# Reo refurb advice.



## Stevape;) (1/4/16)

Hey there guys I am seriously considering stripping my Reos paint giving it a brushed finish as the black is wearing thin and has a few marks. Then the brass door I have do I do a patina finish on it or brush as well or leave the door as stock?

Your input on this would be greatly appreciated I have no idea.. So far Im thinking Brushed Alu body with Patina door.


----------



## blujeenz (1/4/16)

Stevape;) said:


> So far Im thinking Brushed Alu body with Patina door


Perhaps brush the door 1st and if you get bored/ looks too ordinary then you can patina it.


----------



## Clouds4Days (1/4/16)

I would try leave it as original as possible if you want to strip the paint maybe leave the aluminum showing in its raw form with the brass door staying the same , just polish it.
You can never get the same outcome of its original form with paint.

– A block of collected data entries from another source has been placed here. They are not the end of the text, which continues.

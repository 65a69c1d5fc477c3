"""What the section sketch of a foundation wall draws (method notes §12), as plain numbers
(`BackfillSketch`), and the small pure formulas it needs beside `bracing.backfill`: the
earth-pressure profile in its three parts at chosen levels, and the height of their resultant
(the shear and moment they integrate to are `bracing.backfill.resultants`). The builders read
the quick check's record or a foundation wall's result and call the formulas; the drawing
(bracing.report.svg.backfill) computes nothing.
"""

from __future__ import annotations

from dataclasses import dataclass

import numpy as np

from bracing import backfill
from bracing.earth_pressure import pressure_parts


@dataclass(frozen=True)
class InsideBraceSketch:
    """Inside braces or shores as drawn: height on the wall (ft), angle from horizontal (deg),
    the force in each (lb, on the basis checked), their spacing (ft), and the highest backfill
    the braced wall takes (ft)."""

    height_ft: float
    angle_deg: float
    force_lb: float
    spacing_ft: float
    allowed_ft: float


@dataclass(frozen=True)
class BackfillSketch:
    """What the section sketch of one foundation wall draws, in engine units (ft, in, psf,
    pcf, plf, lb). `profile`: the unfactored pressure in its parts, (level above the base in
    ft, surcharge psf, soil psf, water psf), from the backfill's top down to the base, with a
    row at the water level where there is one. `danger`: the backfill drawn is above what the
    wall (with its inside braces, if any) may take before the floor."""

    mark: str
    wall_height_ft: float
    thickness_in: float
    backfill_ft: float
    allowed_ft: float
    profile: tuple[tuple[float, float, float, float], ...]
    resultant_plf: float
    resultant_height_ft: float
    efp_pcf: float
    surcharge_psf: float = 0.0
    water_level_ft: float | None = None
    footing_width_ft: float | None = None
    footing_thickness_ft: float = 1.0
    toe_ft: float | None = None         # the footing's inside projection; None: wall centred
    brace: InsideBraceSketch | None = None
    danger: bool = False
    caption: str = ""                   # e.g. "day 3, planned"


def resultant_height(shear, moment):
    """Height of the resultant above the base, M / V (statics); 0 without a load."""
    v = np.asarray(shear, dtype=float)
    return np.where(v > 0, np.asarray(moment, dtype=float) / np.where(v > 0, v, 1.0), 0.0)[()]


def sketch(*, mark: str, wall_height: float, thickness: float, backfill_height: float,
           allowed: float, efp: float, unit_weight: float, surcharge: float = 0.0,
           water: float = 0.0, footing_width: float | None = None,
           footing_thickness: float = 1.0, toe: float | None = None,
           brace: InsideBraceSketch | None = None, danger: bool = False,
           caption: str = "") -> BackfillSketch:
    """The sketch of a wall (ft, in) under `backfill_height` ft of fill: the pressure's parts at
    the fill's top, the water level and the base, and the resultant `V` (bracing.backfill
    .resultants) at its height `M / V`."""
    h = backfill_height
    levels = [h] + ([water] if 0.0 < water < h else []) + [0.0]
    parts = pressure_parts(levels, h, efp, unit_weight, surcharge, water)
    shear, moment = backfill.resultants(h, efp, unit_weight, surcharge, water)
    return BackfillSketch(
        mark=mark, wall_height_ft=wall_height, thickness_in=thickness, backfill_ft=h,
        allowed_ft=allowed,
        profile=tuple((z, float(a), float(b), float(c))
                      for z, a, b, c in zip(levels, *parts, strict=True)),
        resultant_plf=float(shear), resultant_height_ft=float(resultant_height(shear, moment)),
        efp_pcf=efp, surcharge_psf=surcharge, water_level_ft=water if water > 0.0 else None,
        footing_width_ft=footing_width, footing_thickness_ft=footing_thickness, toe_ft=toe,
        brace=brace, danger=danger, caption=caption)


def day_sketches(w, footing) -> dict:
    """Each day's sketch of a foundation wall (`w`, its FoundationWallResult with its days;
    `footing`, the site file's WallFooting or None), for the days it holds backfill: the day's
    height, surcharge and support (the inside braces where they hold it), the allowed height,
    and danger where the day's fill is over it. Made with the result, so that the sheets only
    draw them."""
    out = {}
    for d in w.days:
        if d.planned_height_ft <= 0.0:
            continue
        b = w.inside_brace if d.support == "inside braces" else None
        out[d.day] = sketch(
            mark=w.mark, wall_height=w.height_ft, thickness=w.thickness_in,
            backfill_height=d.planned_height_ft,
            allowed=w.max_height_ft if b is not None else d.allowed_height_ft,
            efp=w.soil.equivalent_fluid_pressure_psf_per_ft, unit_weight=w.soil.unit_weight_pcf,
            surcharge=d.surcharge_psf, water=w.soil.water_level_ft,
            footing_width=footing.width if footing else None,
            footing_thickness=footing.thickness if footing else 1.0,
            toe=footing.toe if footing else None,
            brace=None if b is None else InsideBraceSketch(
                height_ft=b.height_ft, angle_deg=b.angle_deg, force_lb=b.force_lb,
                spacing_ft=b.spacing_ft, allowed_ft=d.allowed_height_ft),
            danger=d.over, caption=f"day {d.day}")
    return out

It will just chip off. The only way is to get it anodized.
That's my 2c


----------



## rogue zombie (1/4/16)

I just did mine, and am thrilled. The Mod, not the door.

Admitedly, this super useful info was from @Alex 's threads.

I stripped it down. Covered the top and bottom of the 510 tightly with prestik. I let it stand so the prestik hardens to a perfect seal. Then bought some paint stipper, applied, wiped off the paint after a few minutes with a cloth... and it was perfectly down to the Raw alluminium.

I am by no means a DIY guy, and right now my Reo looks new. It had quite a bit of scars before, in its black vein (I think it was) look. It is totally doable!

Reactions: Like 1 | Winner 2 | Informative 1


----------



## Stevape;) (1/4/16)

Thanx ever one. Yes my plan was to do the paint stripper. And then give it the brushed finish with a few flapper wheels I have.

Reactions: Like 1


----------



## hands (1/4/16)

One more option,you could strip it down polish the corners top and bottom then sand the sides with some 100 grit sandpaper. It gives a nice contrast.

Reactions: Like 7 | Winner 5 | Dislike 1


----------



## Stevape;) (1/4/16)

@hands that makes sence as those are all the wearing bits on my one as it spends a fair amount of time in my pocket.


----------



## rogue zombie (1/4/16)

hands said:


> One more option,you could strip it down polish the corners top and bottom then sand the sides with some 100 grit sandpaper. It gives a nice contrast.
> View attachment 49926


Yes I remember that one. Absolutely love it! 

Would love to do that

Sent from my HUAWEI Y221-U22 using Tapatalk


----------



## rogue zombie (1/4/16)

@hands can I achieve that without any sort of machine (the polished corners)?

Sent from my HUAWEI Y221-U22 using Tapatalk


----------



## hands (1/4/16)

rogue zombie said:


> @hands can I achieve that without any sort of machine (the polished corners)?


yes sand the polished bits to 1500 or 2000 grit then you can give it a quick polish with a cloth

Reactions: Like 1


----------



## Papa_Lazarou (1/4/16)

hands said:


> One more option,you could strip it down polish the corners top and bottom then sand the sides with some 100 grit sandpaper. It gives a nice contrast.
> View attachment 49926



Sick treatment. Simple, yet so effective. It's also easily maintained - REO's are working mods, not desk top debutantes.

Reactions: Like 1 | Agree 5 | Winner 1


----------



## Gazzacpt (1/4/16)

I've been keeping mine in a brushed finish for over a year now. I use scotchbrite pad. Its a fuss free. Light scratches come out by just going over it with the pad. Deep ones you need to sand out.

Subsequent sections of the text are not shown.